The UK government claims to be leading the way with a newly released Code of Practice (CoP) designed to drive security-by-design in the manufacture of IoT products.
Developed in partnership with the National Cyber Security Centre (NCSC), the ICO and others, the "world first" CoP aims to improve baseline security in the sector and ensure smart devices that process personal data are aligned with the GDPR.
It’s focused initially on the consumer space.
HP and Centrica Hive are the first two IoT-makers to sign up, and the government hopes its mapping document will make it easier for others to follow.
Regulation is also being developed to improve the security of consumer-grade IoT products, according to the government.
The move can be seen as a response to the risks posed to individuals and businesses from unsecured consumer IoT devices, as exploited most famously by the Mirai botnet attacks of 2016.

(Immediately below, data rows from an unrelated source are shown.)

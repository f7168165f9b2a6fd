"""Design flows against channel capacity.

For each design discharge and every transect of a reach: the normal-depth
stage (Manning, uniform flow; Chow 1959, §6-2), its depth, the freeboard to
the bankfull stage (bankfull stage minus design stage: negative when the flow
is out of bank), the ratio of design to bankfull discharge, and a flag where
the flow leaves the channel. All transects of a reach are solved at once
(:meth:`reachgauge.profiles.ProfileSet.stage_for_discharge`).

Per reach, a flow "leaves the channel" when it exceeds the reach's median
bankfull discharge (ratio > 1); the share of transects out of bank is given
beside it so a reader sees whether that is local or general.
"""

from __future__ import annotations

import numpy as np
import pandas as pd

from reachgauge.kernel.profiles import ProfileSet


def check_flows(ps: ProfileSet, flows: dict[str, float], slope, n, banks,
                bankfull_stage, bankfull_q) -> pd.DataFrame:
    """One row per (flow, transect): ``flow``, ``discharge`` (m³/s), ``stage``,
    ``depth``, ``freeboard`` (m), ``q_ratio``, ``out_of_bank`` (bool),
    ``over_profile`` (bool: the water overtops an end of the transect; its
    stage counts only the water inside the transect, an upper bound where the
    plain continues, and NaN if even three times the profile's depth cannot
    carry the flow)."""
    rows = []
    bf_stage = np.asarray(bankfull_stage, dtype=float)
    bf_q = np.asarray(bankfull_q, dtype=float)
    grid = ps.discharge_grid(slope, n, banks) if flows else None
    for name, q in flows.items():
        stage, reached = ps.stage_for_discharge(q, slope, n, banks, grid=grid)
        with np.errstate(divide="ignore", invalid="ignore"):
            ratio = np.where(bf_q > 0, q / np.where(bf_q > 0, bf_q, 1.0), np.nan)
        freeboard = bf_stage - stage
        rows.append(pd.DataFrame({
            "flow": name,
            "discharge": float(q),
            "stage": stage,
            "depth": stage - ps.thalweg,
            "freeboard": freeboard,
            "q_ratio": ratio,
            # a stage a hair above bankfull from round-off is not out of bank
            "out_of_bank": (~reached) | (freeboard < -1e-6),
            # over the transect's ends: the stage counts only the water inside the
            # transect, an upper bound if the plain goes on (or unknown if not reached)
            "over_profile": (~reached) | (stage > ps.top + 1e-9),
            "index": np.arange(ps.count),
        }))
    if not rows:
        return pd.DataFrame(columns=["flow", "discharge", "stage", "depth", "freeboard", "q_ratio",
                                     "out_of_bank", "over_profile", "index"])
    return pd.concat(rows, ignore_index=True)


def summarise_flows(checks: pd.DataFrame, bankfull_q_median: float, ok: np.ndarray) -> pd.DataFrame:
    """Per reach and flow: ``q_ratio`` to the median bankfull discharge,
    ``share_out`` (fraction of valid transects out of bank), ``out_of_bank``."""
    out = []
    for name, grp in checks.groupby("flow", sort=False):
        valid = grp[ok[grp["index"].to_numpy()]]
        q = float(grp["discharge"].iloc[0])
        ratio = q / bankfull_q_median if bankfull_q_median > 0 else np.nan
        share = float(valid["out_of_bank"].mean()) if len(valid) else np.nan
        out.append({"flow": name, "discharge": q, "q_ratio": ratio, "share_out": share,
                    "out_of_bank": bool(np.isfinite(ratio) and ratio > 1.0)})
    return pd.DataFrame(out, columns=["flow", "discharge", "q_ratio", "share_out", "out_of_bank"])
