def _thalweg_z(rs, p, ok):
    """Thalweg elevation of each transect: the section's where it has one, else the
    lowest sample of the transect (NaN where it has none)."""
    z = np.asarray(rs.elevations, dtype=float)
    has = np.isfinite(z).any(axis=1) if z.size else np.zeros(len(ok), bool)
    with np.errstate(invalid="ignore"):
        low = np.where(has, np.nanmin(np.where(np.isfinite(z), z, np.inf), axis=1), np.nan) \
            if z.size else np.full(len(ok), np.nan)
    return np.where(ok, p.thalweg, low)


def _nanmedian(v):
    v = np.asarray(v, dtype=float)
    return float(np.nanmedian(v)) if np.isfinite(v).any() else float("nan")
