"""The figures of a section — one function for every layer and command.

:func:`section_figures` turns the area, wetted perimeter, top width and discharge of
a flow into hydraulic radius, hydraulic depth, mean velocity, Froude number, boundary
shear and unit stream power. Which water the figures describe — the *basis* — is the
caller's: the channel between the banks (bankfull figures of a transect) or the whole
connected section (rating curves, stage figures, the ``section`` command). Whatever
the basis, velocity × flow area = discharge within one row.

Methods: Manning's equation (Chow, V. T., 1959, *Open-Channel Hydraulics*, Eq. 5-6)
with the divided-channel method (Chow 1959, §6-9); Froude number V / √(g D) on the
hydraulic depth D = A / T (Chow 1959, Eq. 1-4); mean boundary shear γ R S (Chow 1959,
§8-1); unit stream power γ Q S / T (Bagnold, R. A., 1966, USGS Professional Paper
422-I [memory for the attribution]). See :mod:`reachgauge.manning`.
"""

from __future__ import annotations

import numpy as np
import pandas as pd

from reachgauge import manning
from reachgauge.kernel import sections as K

# the figures of one flow, in the order of the result schema
FIGURES = ("stage", "depth", "flow_area", "perimeter", "top_width", "hyd_radius", "hyd_depth",
           "velocity", "discharge", "froude", "shear", "stream_power", "spills")


def section_figures(area, perimeter, top_width, discharge, slope, units="si") -> dict:
    """Hydraulic radius, hydraulic depth, velocity, Froude number, shear and unit
    stream power from area, wetted perimeter, top width and discharge (arrays that
    broadcast with ``slope``); lengths m or ft, discharge m³/s or ft³/s."""
    r = K.safe_ratio(area, perimeter)
    d = K.safe_ratio(area, top_width)
    v = K.safe_ratio(discharge, area)
    return {"hyd_radius": r, "hyd_depth": d, "velocity": v,
            "froude": manning.froude(v, d, units),
            "shear": manning.shear_stress(r, slope, units),
            "stream_power": manning.unit_stream_power(discharge, slope, top_width, units)}


def whole_section(p: K.Profiles, stage, slope, n, banks=None, units="si") -> dict:
    """Every figure of :data:`FIGURES` for the whole connected section of each
    profile at ``stage`` (t, k): discharge by the divided-channel method when
    ``banks`` (t, 2) are given. Returns arrays of the stages' shape."""
    fl = K.flow(p, stage, slope, n, banks, units)
    w = fl.wet
    q = fl.discharge
    sl = np.broadcast_to(np.asarray(slope, dtype=float), (p.count,))[:, None]
    out = {"stage": w.stage, "depth": w.depth, "flow_area": w.area,
           "perimeter": w.wetted_perimeter, "top_width": w.top_width, "discharge": q,
           "spills": w.spills}
    out.update(section_figures(w.area, w.wetted_perimeter, w.top_width, q, sl, units))
    return {k: out[k] for k in FIGURES}


def figures(section, stage, slope: float, n, units: str = "si") -> pd.DataFrame:
    """Every figure of one :class:`~reachgauge.kernel.crosssection.CrossSection` at
    each stage, one row per stage (whole-section basis; divided-channel discharge
    when the section has banks). Columns: :data:`FIGURES`."""
    st = np.atleast_1d(section._stages(stage)).ravel()
    manning.check_slope(slope)
    n3 = section._n(n)
    banks = section._bank_rows()
    got = whole_section(section.profiles, st[None, :], slope, n3, banks, units)
    return pd.DataFrame({k: v[0] for k, v in got.items()})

It also comes as the British Standards Institution (BSI) readies a new kitemark scheme for consumers and businesses to help them better identify products they can trust to be reliable and secure.
The CoP received a cautious welcome from security experts, but many argued it doesn’t go far enough.
“A code of practice is a step in the right direction, but more needs to be done. The industry should follow best practices and self-regulate, before regulators put a static, cumbersome device security framework in place,” argued John Sheehy, VP of strategy at IOActive.